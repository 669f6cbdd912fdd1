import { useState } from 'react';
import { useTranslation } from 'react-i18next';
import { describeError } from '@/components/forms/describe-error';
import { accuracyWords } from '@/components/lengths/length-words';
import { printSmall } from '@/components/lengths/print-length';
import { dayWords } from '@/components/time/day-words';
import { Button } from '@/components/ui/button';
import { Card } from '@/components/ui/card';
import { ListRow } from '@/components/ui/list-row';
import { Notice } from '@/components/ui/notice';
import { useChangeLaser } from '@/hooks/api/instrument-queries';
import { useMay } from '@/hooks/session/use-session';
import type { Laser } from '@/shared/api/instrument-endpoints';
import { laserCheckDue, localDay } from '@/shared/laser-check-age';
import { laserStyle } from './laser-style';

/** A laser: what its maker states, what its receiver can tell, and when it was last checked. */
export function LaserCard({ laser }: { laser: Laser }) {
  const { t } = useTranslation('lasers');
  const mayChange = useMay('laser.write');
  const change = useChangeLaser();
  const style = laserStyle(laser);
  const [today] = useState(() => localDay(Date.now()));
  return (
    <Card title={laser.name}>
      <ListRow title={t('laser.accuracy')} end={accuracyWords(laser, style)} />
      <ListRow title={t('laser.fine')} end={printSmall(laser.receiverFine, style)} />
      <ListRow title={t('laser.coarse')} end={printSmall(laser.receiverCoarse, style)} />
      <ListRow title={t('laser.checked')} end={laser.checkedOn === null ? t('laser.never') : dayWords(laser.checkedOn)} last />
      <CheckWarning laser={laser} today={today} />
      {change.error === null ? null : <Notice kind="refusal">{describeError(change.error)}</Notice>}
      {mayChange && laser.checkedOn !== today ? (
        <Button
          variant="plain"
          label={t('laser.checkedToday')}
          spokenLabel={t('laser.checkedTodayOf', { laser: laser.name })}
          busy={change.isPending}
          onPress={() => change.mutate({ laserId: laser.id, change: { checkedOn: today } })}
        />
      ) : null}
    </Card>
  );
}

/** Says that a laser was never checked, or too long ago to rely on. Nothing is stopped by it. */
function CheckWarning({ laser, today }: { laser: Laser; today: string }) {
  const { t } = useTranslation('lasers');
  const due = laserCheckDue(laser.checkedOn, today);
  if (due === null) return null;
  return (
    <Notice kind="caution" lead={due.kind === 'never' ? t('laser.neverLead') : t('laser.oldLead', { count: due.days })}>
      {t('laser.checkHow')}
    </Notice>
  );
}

# What this task involves
Find the lines above that include the string "shared" and copy them.

# Solution for this problem
import type { Laser } from '@/shared/api/instrument-endpoints';
import { laserCheckDue, localDay } from '@/shared/laser-check-age';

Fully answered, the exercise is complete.